YOUR GOAL - Within these records, how many lines hold "whole"? Give the number alone.

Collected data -
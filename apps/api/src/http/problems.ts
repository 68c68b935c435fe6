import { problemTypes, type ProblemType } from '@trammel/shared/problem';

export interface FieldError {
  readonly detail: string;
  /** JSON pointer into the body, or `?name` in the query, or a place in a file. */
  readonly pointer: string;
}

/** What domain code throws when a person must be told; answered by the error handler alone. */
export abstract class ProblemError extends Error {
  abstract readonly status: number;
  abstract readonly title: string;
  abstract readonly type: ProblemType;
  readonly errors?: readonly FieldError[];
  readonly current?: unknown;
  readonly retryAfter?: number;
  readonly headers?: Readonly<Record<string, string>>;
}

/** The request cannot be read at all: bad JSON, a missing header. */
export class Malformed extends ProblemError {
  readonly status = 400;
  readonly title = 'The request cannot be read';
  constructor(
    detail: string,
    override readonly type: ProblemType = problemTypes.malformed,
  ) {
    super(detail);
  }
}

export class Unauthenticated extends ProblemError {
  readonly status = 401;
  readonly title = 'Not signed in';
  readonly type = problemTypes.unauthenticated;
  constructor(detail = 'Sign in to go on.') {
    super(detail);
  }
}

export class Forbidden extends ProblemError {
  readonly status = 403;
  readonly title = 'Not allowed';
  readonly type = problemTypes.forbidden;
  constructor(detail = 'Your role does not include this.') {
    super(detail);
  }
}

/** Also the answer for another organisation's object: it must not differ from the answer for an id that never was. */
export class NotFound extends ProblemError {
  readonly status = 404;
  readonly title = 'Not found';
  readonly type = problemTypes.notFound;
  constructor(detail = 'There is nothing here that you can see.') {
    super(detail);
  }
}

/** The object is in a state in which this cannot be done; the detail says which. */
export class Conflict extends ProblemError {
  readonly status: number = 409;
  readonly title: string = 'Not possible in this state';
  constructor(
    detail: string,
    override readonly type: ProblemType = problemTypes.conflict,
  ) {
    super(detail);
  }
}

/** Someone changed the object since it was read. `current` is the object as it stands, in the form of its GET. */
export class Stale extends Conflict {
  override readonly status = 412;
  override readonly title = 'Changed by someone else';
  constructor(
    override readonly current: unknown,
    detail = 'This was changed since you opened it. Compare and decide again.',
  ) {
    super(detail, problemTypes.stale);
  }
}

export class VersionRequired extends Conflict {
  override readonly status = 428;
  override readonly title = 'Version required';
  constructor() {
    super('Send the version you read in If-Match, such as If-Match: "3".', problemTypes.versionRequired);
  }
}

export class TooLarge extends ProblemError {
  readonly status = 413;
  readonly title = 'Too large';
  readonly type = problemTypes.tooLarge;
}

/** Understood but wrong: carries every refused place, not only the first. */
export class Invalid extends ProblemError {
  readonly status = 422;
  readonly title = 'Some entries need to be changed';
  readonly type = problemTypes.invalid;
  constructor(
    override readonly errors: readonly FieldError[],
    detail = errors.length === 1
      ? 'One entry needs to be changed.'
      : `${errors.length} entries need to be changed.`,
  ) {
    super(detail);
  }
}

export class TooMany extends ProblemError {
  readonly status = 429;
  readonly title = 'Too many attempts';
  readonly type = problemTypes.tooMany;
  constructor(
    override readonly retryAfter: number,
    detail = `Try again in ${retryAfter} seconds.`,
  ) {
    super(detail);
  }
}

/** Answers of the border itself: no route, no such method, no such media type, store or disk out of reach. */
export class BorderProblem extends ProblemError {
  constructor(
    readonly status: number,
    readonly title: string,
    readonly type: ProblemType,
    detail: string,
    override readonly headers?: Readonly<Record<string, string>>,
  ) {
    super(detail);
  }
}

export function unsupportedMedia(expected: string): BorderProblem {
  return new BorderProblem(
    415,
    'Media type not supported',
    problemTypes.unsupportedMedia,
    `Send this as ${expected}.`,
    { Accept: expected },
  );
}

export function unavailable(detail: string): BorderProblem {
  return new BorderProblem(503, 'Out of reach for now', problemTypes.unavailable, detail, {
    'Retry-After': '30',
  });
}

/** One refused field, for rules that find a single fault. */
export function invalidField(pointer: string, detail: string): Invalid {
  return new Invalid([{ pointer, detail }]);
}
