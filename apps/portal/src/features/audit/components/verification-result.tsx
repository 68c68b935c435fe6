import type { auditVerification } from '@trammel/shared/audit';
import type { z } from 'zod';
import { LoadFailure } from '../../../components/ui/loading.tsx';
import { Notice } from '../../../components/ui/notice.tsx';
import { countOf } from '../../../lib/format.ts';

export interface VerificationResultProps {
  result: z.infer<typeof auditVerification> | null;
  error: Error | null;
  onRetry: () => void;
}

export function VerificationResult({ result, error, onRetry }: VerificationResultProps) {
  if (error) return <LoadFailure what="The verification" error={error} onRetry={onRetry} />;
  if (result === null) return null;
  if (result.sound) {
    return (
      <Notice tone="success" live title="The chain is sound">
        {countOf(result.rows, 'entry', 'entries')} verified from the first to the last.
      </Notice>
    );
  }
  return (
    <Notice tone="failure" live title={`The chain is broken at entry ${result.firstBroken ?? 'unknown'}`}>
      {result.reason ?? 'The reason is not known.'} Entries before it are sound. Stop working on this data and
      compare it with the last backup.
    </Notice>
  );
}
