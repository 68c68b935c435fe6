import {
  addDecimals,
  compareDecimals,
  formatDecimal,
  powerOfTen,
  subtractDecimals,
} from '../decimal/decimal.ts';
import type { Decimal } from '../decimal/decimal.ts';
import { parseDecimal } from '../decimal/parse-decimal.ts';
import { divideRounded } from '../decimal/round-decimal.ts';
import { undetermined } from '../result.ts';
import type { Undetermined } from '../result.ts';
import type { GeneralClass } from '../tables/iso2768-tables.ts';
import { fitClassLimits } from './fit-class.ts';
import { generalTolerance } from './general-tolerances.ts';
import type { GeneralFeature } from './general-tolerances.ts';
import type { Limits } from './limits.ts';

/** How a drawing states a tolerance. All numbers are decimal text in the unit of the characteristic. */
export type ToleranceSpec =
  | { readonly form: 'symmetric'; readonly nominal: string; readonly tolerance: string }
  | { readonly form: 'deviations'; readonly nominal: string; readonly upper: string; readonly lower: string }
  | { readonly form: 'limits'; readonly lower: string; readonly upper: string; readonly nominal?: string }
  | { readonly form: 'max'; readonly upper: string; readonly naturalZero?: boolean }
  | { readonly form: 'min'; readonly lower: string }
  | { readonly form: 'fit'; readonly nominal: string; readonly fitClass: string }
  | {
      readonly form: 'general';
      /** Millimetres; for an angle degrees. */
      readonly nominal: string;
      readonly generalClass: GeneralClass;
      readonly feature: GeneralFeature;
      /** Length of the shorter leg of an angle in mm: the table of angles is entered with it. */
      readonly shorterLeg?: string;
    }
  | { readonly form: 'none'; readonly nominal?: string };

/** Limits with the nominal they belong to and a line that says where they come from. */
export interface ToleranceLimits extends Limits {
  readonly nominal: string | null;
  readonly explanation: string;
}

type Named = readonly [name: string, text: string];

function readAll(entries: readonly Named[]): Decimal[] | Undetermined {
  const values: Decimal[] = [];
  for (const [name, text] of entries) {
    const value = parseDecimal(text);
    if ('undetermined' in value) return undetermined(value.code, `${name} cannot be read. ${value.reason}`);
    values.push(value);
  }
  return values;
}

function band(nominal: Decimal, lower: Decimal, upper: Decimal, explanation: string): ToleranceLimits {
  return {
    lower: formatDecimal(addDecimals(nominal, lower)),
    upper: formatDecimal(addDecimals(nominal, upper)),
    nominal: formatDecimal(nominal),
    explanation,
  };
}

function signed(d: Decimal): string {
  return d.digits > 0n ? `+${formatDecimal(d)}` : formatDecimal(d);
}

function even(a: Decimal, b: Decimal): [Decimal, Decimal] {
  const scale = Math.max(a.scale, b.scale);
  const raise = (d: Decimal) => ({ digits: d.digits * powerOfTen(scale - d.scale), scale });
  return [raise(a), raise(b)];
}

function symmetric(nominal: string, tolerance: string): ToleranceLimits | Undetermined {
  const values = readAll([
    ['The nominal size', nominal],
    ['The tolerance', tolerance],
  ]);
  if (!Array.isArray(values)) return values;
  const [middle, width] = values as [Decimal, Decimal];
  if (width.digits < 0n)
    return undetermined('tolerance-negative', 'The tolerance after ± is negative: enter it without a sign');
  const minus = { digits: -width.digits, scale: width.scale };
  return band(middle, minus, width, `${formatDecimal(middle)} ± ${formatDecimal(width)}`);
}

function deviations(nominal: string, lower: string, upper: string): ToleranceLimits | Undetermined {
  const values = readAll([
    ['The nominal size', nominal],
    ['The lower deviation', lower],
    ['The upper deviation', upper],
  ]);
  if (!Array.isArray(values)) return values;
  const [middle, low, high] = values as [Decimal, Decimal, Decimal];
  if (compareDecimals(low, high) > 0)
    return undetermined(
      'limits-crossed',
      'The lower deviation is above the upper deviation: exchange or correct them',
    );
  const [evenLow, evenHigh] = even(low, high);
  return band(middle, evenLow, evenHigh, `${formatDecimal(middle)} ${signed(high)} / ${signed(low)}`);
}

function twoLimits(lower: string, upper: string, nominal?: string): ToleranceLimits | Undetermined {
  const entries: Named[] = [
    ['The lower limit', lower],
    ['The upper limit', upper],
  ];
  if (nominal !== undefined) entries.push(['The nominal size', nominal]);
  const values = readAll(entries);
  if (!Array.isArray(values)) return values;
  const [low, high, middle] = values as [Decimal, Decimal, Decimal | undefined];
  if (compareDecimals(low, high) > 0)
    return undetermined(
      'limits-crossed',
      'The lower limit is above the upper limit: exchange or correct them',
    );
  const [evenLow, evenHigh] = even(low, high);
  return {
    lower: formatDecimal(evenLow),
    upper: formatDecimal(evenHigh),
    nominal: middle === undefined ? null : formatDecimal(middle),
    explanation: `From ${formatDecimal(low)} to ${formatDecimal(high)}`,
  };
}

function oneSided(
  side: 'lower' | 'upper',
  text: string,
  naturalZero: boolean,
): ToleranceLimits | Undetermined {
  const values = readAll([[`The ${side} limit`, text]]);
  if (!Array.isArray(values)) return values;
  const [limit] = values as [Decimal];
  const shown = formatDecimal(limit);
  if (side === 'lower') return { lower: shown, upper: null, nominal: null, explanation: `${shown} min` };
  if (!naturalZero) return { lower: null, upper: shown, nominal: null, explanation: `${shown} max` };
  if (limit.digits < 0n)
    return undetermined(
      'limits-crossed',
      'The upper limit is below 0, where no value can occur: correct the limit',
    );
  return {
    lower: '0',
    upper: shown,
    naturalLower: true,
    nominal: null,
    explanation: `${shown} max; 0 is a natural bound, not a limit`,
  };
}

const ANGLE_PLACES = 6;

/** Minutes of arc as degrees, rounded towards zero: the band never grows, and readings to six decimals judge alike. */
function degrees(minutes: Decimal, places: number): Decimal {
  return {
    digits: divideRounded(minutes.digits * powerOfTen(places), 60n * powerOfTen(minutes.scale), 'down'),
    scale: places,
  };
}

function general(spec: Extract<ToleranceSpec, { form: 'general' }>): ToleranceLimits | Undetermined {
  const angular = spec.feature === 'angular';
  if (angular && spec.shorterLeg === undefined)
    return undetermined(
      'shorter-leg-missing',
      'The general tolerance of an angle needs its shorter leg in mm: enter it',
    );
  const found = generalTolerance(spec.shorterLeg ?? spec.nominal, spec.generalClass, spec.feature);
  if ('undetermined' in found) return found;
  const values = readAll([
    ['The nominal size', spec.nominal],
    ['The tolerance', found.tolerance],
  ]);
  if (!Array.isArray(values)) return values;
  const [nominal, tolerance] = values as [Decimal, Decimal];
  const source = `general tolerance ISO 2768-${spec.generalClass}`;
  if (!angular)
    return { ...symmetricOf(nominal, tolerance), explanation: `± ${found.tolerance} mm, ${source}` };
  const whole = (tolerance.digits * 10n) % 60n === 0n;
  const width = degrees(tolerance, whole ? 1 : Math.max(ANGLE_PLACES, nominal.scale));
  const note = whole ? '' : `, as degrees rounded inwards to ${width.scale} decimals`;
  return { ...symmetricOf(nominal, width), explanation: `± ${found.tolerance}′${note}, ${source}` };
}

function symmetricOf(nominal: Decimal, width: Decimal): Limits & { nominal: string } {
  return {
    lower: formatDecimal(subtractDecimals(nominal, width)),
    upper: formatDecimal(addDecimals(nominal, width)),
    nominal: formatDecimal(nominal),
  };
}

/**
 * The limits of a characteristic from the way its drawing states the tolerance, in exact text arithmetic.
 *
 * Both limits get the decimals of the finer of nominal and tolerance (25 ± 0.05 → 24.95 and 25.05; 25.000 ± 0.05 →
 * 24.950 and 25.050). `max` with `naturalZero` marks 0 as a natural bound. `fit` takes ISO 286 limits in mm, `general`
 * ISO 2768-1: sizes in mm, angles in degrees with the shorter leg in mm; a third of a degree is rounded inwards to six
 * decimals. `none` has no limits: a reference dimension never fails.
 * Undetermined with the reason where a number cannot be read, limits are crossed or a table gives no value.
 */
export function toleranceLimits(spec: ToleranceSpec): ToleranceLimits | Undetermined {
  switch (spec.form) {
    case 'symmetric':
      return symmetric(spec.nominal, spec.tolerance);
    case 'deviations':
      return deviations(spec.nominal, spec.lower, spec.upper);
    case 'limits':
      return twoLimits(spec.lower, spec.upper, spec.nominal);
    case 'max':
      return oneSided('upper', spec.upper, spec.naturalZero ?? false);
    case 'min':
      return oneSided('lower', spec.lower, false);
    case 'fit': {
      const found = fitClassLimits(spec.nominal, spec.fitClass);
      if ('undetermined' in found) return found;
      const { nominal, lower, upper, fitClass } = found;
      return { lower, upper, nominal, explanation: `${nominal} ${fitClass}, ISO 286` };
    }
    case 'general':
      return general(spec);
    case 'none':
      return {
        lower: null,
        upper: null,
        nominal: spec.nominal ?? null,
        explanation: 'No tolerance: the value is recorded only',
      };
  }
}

OUTPUT - 3